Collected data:
+--
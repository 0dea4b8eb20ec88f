import { useMemo } from 'react';
import type { LigandReading } from '#src/chem/formula/index.ts';
import { drawPolyhedron, findGeometry } from '#src/chem/geometry/index.ts';
import { Cuvette } from '#src/components/marks/Cuvette.tsx';
import { Polyhedron } from '#src/components/marks/Polyhedron.tsx';
import { DCount, Formula, OxidationState, Quantity } from '#src/components/notation/index.tsx';
import { CopyButton } from '#src/components/spectra/bands/CopyButton.tsx';
import { GroupLink, TermLink } from '#src/components/symmetry/GroupLink.tsx';
import { Facts } from '#src/components/ui/Panel.tsx';
import type { ComplexRecord } from '#src/contracts/complexes.ts';
import { longDescriptor, prefixedFormula } from '../prefixed-formula.ts';
import { siteLetters } from '../register/site-letters.ts';
import { BASES, centreKinds, geometryWord, visibilityText } from './specimen.ts';

interface SpecimenLabelProps {
  complex: ComplexRecord;
  /** Ligands as the formula reads, for the letters of the donors. */
  ligands: readonly LigandReading[];
}

/** The identity of a complex: what it is, what it looks like, and what follows from its formula. */
export function SpecimenLabel({ complex, ligands }: SpecimenLabelProps) {
  const long = longDescriptor(complex.isomer);
  return (
    <section aria-label="Specimen label" className="specimen px-[18px] pt-3.5 pb-[18px]">
      <p className="flex items-center gap-2 text-ink-soft">
        <span className="num">{complex.accession}</span>
        <CopyButton text={complex.accession} what="accession" />
      </p>
      <h1 className="mt-0.5 text-lg font-semibold break-words">
        <Formula formula={prefixedFormula(complex.formula, complex.isomer)} className="whitespace-normal!" />
      </h1>
      {long && <p className="text-xs text-ink-soft">{long}</p>}
      <div className="mt-3 flex flex-col gap-4 sm:max-lg:flex-row sm:max-lg:gap-8">
        <Looks complex={complex} ligands={ligands} />
        <Identity complex={complex} />
      </div>
    </section>
  );
}

/** The polyhedron, lettered once the isomer is stated, and the colour of the solution. */
function Looks({ complex, ligands }: SpecimenLabelProps) {
  const { isomer, colour } = complex;
  const [centre, ...others] = complex.centres;
  const symbol = others.length === 0 ? (centre?.geometry ?? null) : null;
  const shape = symbol === null ? null : findGeometry(symbol);
  const drawing = useMemo(
    () => shape && drawPolyhedron(shape, isomer.chelates ?? [], { size: 112 }),
    [shape, isomer.chelates],
  );
  const { letters, key } = useMemo(() => siteLetters(isomer.sites ?? [], ligands), [isomer.sites, ligands]);
  const stated = [isomer.chirality, isomer.descriptor].filter(Boolean).join(', ');
  return (
    <div className="flex-none">
      <div className="flex items-center gap-5">
        {drawing && shape && (
          <Polyhedron
            drawing={drawing}
            {...(isomer.sites ? { sites: letters } : {})}
            title={stated ? `${shape.name}, ${stated}` : shape.name}
          />
        )}
        <div className="flex items-center gap-3">
          <Cuvette
            colour={colour}
            title={colour ? `Solution, ${colour}` : 'No spectrum tells the colour'}
            scale={2.6}
          />
          <p className="text-xs text-ink-soft">
            {colour ? (
              <>
                colour at peak
                <br />
                visible <i>A</i> = 1<br />
                <span className="num text-ink uppercase">{colour}</span>
              </>
            ) : (
              <>
                no spectrum
                <br />
                tells the colour
              </>
            )}
          </p>
        </div>
      </div>
      {key.length > 0 && (
        <p className="mt-1 flex flex-wrap gap-x-3 text-xs text-ink-soft">
          {key.map(({ letter, ligand }) => (
            <span key={letter}>
              <span className="num text-ink">{letter}</span> of <Formula formula={ligand} />
            </span>
          ))}
        </p>
      )}
      {drawing && !isomer.sites && <p className="mt-1 text-xs text-ink-soft">isomer not stated</p>}
    </div>
  );
}

function Identity({ complex }: { complex: ComplexRecord }) {
  const { centres, ligands, isomer, pointGroup, donorSetGroup, effectiveGroup, siblings } = complex;
  const kinds = centreKinds(centres);
  const several = kinds.length > 1;
  return (
    <Facts
      facts={[
        ...kinds.flatMap(({ centre, count }) => centreFacts(centre, count, several)),
        [
          'Point group',
          pointGroup === null ? (
            'not known: isomer not stated'
          ) : (
            <span key="g">
              <GroupLink group={pointGroup} /> <span className="text-ink-soft">framework</span>
              {donorSetGroup && (
                <>
                  {', '}
                  <GroupLink group={donorSetGroup} /> <span className="text-ink-soft">donor set</span>
                </>
              )}
              {effectiveGroup && (
                <>
                  {', '}
                  <GroupLink group={effectiveGroup} /> <span className="text-ink-soft">effective</span>
                </>
              )}
            </span>
          ),
        ],
        [
          'Ligands',
          <span key="l">
            {ligands.map(({ abbreviation, count }, i) => (
              <span key={abbreviation}>
                {i > 0 && ', '}
                {count > 1 && `${count} `}
                <Formula formula={abbreviation} />
              </span>
            ))}
          </span>,
        ],
        ['Entity', <Quantity key="m" value={complex.molarMass} unit="g mol-1" figures={5} />],
        ['Composition', <Formula key="h" formula={complex.hill} />],
        complex.extent === 'discrete' ? null : ['Extent', `${complex.extent}; values are of a repeat unit`],
        ['Home lab', complex.lab.name],
        ['State', complex.state],
        [complex.state === 'draft' ? 'Once registered' : 'Seen by', visibilityText(complex)],
        siblings.length > 0 ? ['Siblings', <Siblings key="s" siblings={siblings} own={isomer} />] : null,
        complex.notes
          ? [
              'Notes',
              <span key="n" className="whitespace-pre-line">
                {complex.notes}
              </span>,
            ]
          : null,
      ]}
    />
  );
}

type Fact = readonly [name: React.ReactNode, value: React.ReactNode] | null;

function centreFacts(centre: ComplexRecord['centres'][number], count: number, several: boolean): Fact[] {
  const { element, group, oxidationState, dCount, geometry, geometryBasis, spinState, groundTerm } = centre;
  const shape = geometry === null ? null : findGeometry(geometry);
  const name = several ? `Metal ${element}` : 'Metal';
  return [
    [
      name,
      <span key="m">
        {count > 1 && `${count} × `}
        <OxidationState element={element} state={oxidationState.value} />
        {group !== null && `, group ${group}`}
        {oxidationState.nominal && <span className="text-ink-soft"> (nominal)</span>}
      </span>,
    ],
    dCount === null
      ? ['d-count', 'not given by the formula']
      : [
          'd-count',
          <span key="d">
            <DCount count={dCount} />
            {spinState && `, ${spinState === 'crossover' ? 'spin crossover' : `${spinState} spin`}`}
          </span>,
        ],
    [
      'Geometry',
      geometry === null ? (
        BASES[geometryBasis] === 'assumed' ? (
          'not stated'
        ) : (
          BASES[geometryBasis]
        )
      ) : (
        <span key="g">
          {geometryWord(geometry, shape?.name ?? geometry)}, <span className="num">{geometry}</span>
          {geometryBasis !== 'found' && <span className="text-ink-soft"> ({BASES[geometryBasis]})</span>}
        </span>
      ),
    ],
    groundTerm && [
      'Ground term',
      <span key="t">
        <TermLink term={groundTerm.label} group={groundTerm.group} /> <span className="text-ink-soft">in</span>{' '}
        <GroupLink group={groundTerm.group} />
      </span>,
    ],
  ];
}

function Siblings({ siblings, own }: { siblings: ComplexRecord['siblings']; own: ComplexRecord['isomer'] }) {
  return (
    <ul>
      {siblings.map(({ accession, descriptor, chirality }) => {
        const form = [chirality, descriptor].filter(Boolean).join('-');
        return (
          <li key={accession}>
            <a href={`/complexes/${accession}`} className="link num">
              {accession}
            </a>{' '}
            <span className="text-xs text-ink-soft">
              {form || (own.descriptor || own.chirality ? 'isomer not stated' : 'another geometry')}
            </span>
          </li>
        );
      })}
    </ul>
  );
}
+--
* [What is expected]: The expected answer is a copy of each line in the records that holds the word "symbol".

* [Solution to the exercise]:
  const symbol = others.length === 0 ? (centre?.geometry ?? null) : null;
  const shape = symbol === null ? null : findGeometry(symbol);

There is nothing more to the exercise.